17. Mimpi
Sarah membuka kedua matanya dan menarik napas lega ketika ternyata dia hanya mengalami mimpi buruk. Ya, mimpi buruk. Dia bermimpi jika dirinya dan juga ankanya berlumuran darah tanpa tahu penyebabnya.
Sarah mengambil air minum yang sellau dia siapkan di meja samping dekat tempat tidurnya.
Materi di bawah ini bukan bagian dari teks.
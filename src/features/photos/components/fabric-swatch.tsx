import { useState } from 'react';
import { Alert } from '@/components/ui/alert';
import { Button } from '@/components/ui/button';
import { Card } from '@/components/ui/card';
import { Dialog } from '@/components/ui/dialog';
import { LoadingState } from '@/components/ui/loading-state';
import { ApiError } from '@/lib/api-client';
import { useDeleteSwatch, usePutSwatch } from '../api/change-swatch';
import { useSwatch } from '../api/get-swatches';
import { bytesFormat } from '../lib/photo-labels';
import { ImageDropzone } from './image-dropzone';
import { UploadProgress } from './upload-progress';

export interface FabricSwatchProps {
  fabricId: number;
  fabricName: string;
  /** Owners add, replace and remove the swatch; everyone in the studio sees it. */
  canEdit: boolean;
}

/** The fabric's swatch photo, to match a knit on the shelf with its record. */
export function FabricSwatch({ fabricId, fabricName, canEdit }: FabricSwatchProps) {
  const swatch = useSwatch(fabricId);
  const put = usePutSwatch(fabricId);
  const remove = useDeleteSwatch(fabricId);
  const [file, setFile] = useState<File | null>(null);
  const [viewing, setViewing] = useState(false);
  const current = swatch.data?.swatch ?? null;
  const uploadError = put.error instanceof ApiError ? (put.error.fields.photo ?? put.error.message) : put.error?.message;

  return (
    <Card title="Swatch" description="A photo of the knit, face side up, in daylight.">
      {swatch.isPending && <LoadingState>Loading the swatch…</LoadingState>}
      {swatch.isError && <Alert tone="error">{swatch.error.message}</Alert>}
      {swatch.data && (
        <div className="flex flex-col gap-4">
          {current ? (
            <button type="button" onClick={() => setViewing(true)} className="self-start rounded-lg" aria-label={`Open the swatch of ${fabricName} at full size`}>
              <img
                src={current.thumbUrl}
                alt=""
                width={current.thumbWidth}
                height={current.thumbHeight}
                className="max-h-48 w-auto rounded-lg border border-line object-contain"
                data-testid="swatch-thumb"
              />
            </button>
          ) : (
            <p className="text-muted">{canEdit ? 'No swatch yet: add a photo of the knit.' : 'No swatch yet.'}</p>
          )}
          {canEdit && (
            <>
              <ImageDropzone what="swatch photo" file={file} onFile={setFile} error={uploadError} disabled={put.isPending} />
              {put.progress !== null && <UploadProgress fraction={put.progress} />}
              <div className="flex flex-wrap gap-2">
                <Button variant="primary" disabled={!file} pending={put.isPending} pendingLabel="Uploading…" onClick={() => file && put.mutate(file, { onSuccess: () => setFile(null) })}>
                  {current ? 'Replace swatch' : 'Save swatch'}
                </Button>
                {current && (
                  <Button variant="ghost" pending={remove.isPending} pendingLabel="Removing…" onClick={() => remove.mutate()}>
                    Remove swatch
                  </Button>
                )}
              </div>
              {remove.isError && <Alert tone="error" title="Not removed">{remove.error.message}</Alert>}
            </>
          )}
        </div>
      )}
      <Dialog
        open={viewing && current !== null}
        onClose={() => setViewing(false)}
        title={`Swatch of ${fabricName}`}
        className="max-w-3xl!"
        description={current && <span className="num">{current.width} × {current.height} px · {bytesFormat(current.bytes)}</span>}
        footer={
          <Button variant="primary" onClick={() => setViewing(false)}>
            Close
          </Button>
        }
      >
        {current && <img src={current.fullUrl} alt={`Swatch of ${fabricName}`} className="mx-auto max-h-[65vh] w-auto max-w-full rounded-md object-contain" />}
      </Dialog>
    </Card>
  );
}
Setelah itu dia tidak bisa lagi untuk memejamkan mata, pikirannya terus tertuju kepada mimpi itu dan juga pertemuannya dengan Lia tadi sore. Wanita itu benar-benar membuatnya muak dan rasanya hanya mencakar wajahnya tidak akan bisa membuat Sarah puas.
Sarah memilih mengambil laptopnya, speertinya lebih baik dia malam ini menyelesaikan beberapa bab untuk cerita yang sedang dia tulis. Namun sudah berulang kali merangkai kata tetap saja dia hanya bisa menghapus dan mengetik ulang, lalu dia hapus lagi. Begitu seterusnya hingga Sarah merasa kesal sendiri.
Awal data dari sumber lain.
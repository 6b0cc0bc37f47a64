import { useHealth } from '@/features/system/api/get-health';

const STEPS = [
  ['Measure', 'Bust, hip, length and armhole depth, taken at the fitting.'],
  ['Test the stretch', 'Relaxed and stretched length across the grain give the stretch percent.'],
  ['Draft', 'Negative ease at the bust, a quarter of the body on fabric folded in four.'],
  ['Print and cut', 'True-scale tiles or a wide sheet, and a ticket for the cutter.'],
] as const;

export function HomeRoute() {
  const health = useHealth();
  const up = health.data?.database === 'up';
  return (
    <div className="space-y-8">
      <section>
        <h1 className="text-3xl font-semibold tracking-tight">Made-to-measure knits, drafted exactly</h1>
        <p className="mt-2 max-w-2xl text-lg text-muted">
          Knitwright turns a client&rsquo;s measurements and a fabric&rsquo;s stretch into true-scale pattern pieces, and keeps
          your studio&rsquo;s records around them.
        </p>
      </section>
      <ol className="grid gap-4 sm:grid-cols-2 lg:grid-cols-4">
        {STEPS.map(([title, text], i) => (
          <li key={title} className="rounded-xl border border-line bg-panel p-5">
            <span className="num text-sm font-semibold text-accent">{i + 1}</span>
            <h2 className="mt-1 font-semibold">{title}</h2>
            <p className="mt-1 text-sm text-muted">{text}</p>
          </li>
        ))}
      </ol>
      <section aria-live="polite" className="flex items-center gap-3 rounded-xl border border-line bg-panel p-4 text-sm">
        <span aria-hidden className={`h-2.5 w-2.5 rounded-full ${health.isPending ? 'bg-line' : up ? 'bg-accent' : 'bg-danger'}`} />
        <span data-testid="server-status">
          {health.isPending ? 'Checking the server…' : up ? 'Server and database are running.' : 'The database is not answering. Your work cannot be saved until it is back.'}
        </span>
      </section>
    </div>
  );
}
Dulu jika pikirannya tidak bisa sinkron dengan tulisan yang ingin dia ketika maka akan ada Rangga yang tanpa dia minta langsung datang menghampiri dan memijat kepala atau bahunya. Membuat dia merasa lebih rilex dan akhirnya bisa kembali melanjutkan pekerjaannya. Sarah menatap kebelakang lalu dia menghembuskan napas.
Semenjak masalah rumah tangga menghampirinya dia juga tidak lagi bisa menulis. Rasanya tidak hanya kepalanya saja yang merasa pusing namun juga pundaknya yang terasa sangat berat. Malam ini Sarah merindukan kembali tulisannya bisa di baca oleh orang-orang yang menunggu karyanya, namun dia tahu sekuat apapun dia mencoba tidak akan ada ide di kepalanya yang bisa dia tuangkan dalam bentuk tulisan.
Pikirannya hati terus berputar-putar tentang kenangan masa lalu yang indah dan juga pahit. Membuatnya merasa sangat muak dengan apa yang tengah dia alami saat ini. Sarah memutuskan kembali ke tempat tidur mencoba memejamkan mata, ponselnya tiba-tiba bergetar dan saat melihat siapa yang menelpon Sarah hanya bisa menarik napasnya lelah.
"Ada apa?" tanya Sarah langsung kepada si penelpon yang tidak lain adalah mantan suaminta sendiri.
"Bagaimana keadaan putri kita?" Sarah ingin muntah mendengarnya namun dia juga bisa mendengar kalau Rangga saat ini tertawa, suara musik yang dapat Sarah dengar sudah menjelaskan apa yang membuatnya tadi sempat bingung.
"Rangga kau mabuk?" tanya Sarah pada akhirnya.
"Tidak Sarah, mana mungkin aku mabuk. Bukankah kita sudah berjanji jika aku mabuk maka kau juga akan ikut minum bersama ku sampai mabuk. Jadi saat ini aku sedang tidak mabuk sayang," ujar Rangga dan lagi-lagi pria itu tertawa.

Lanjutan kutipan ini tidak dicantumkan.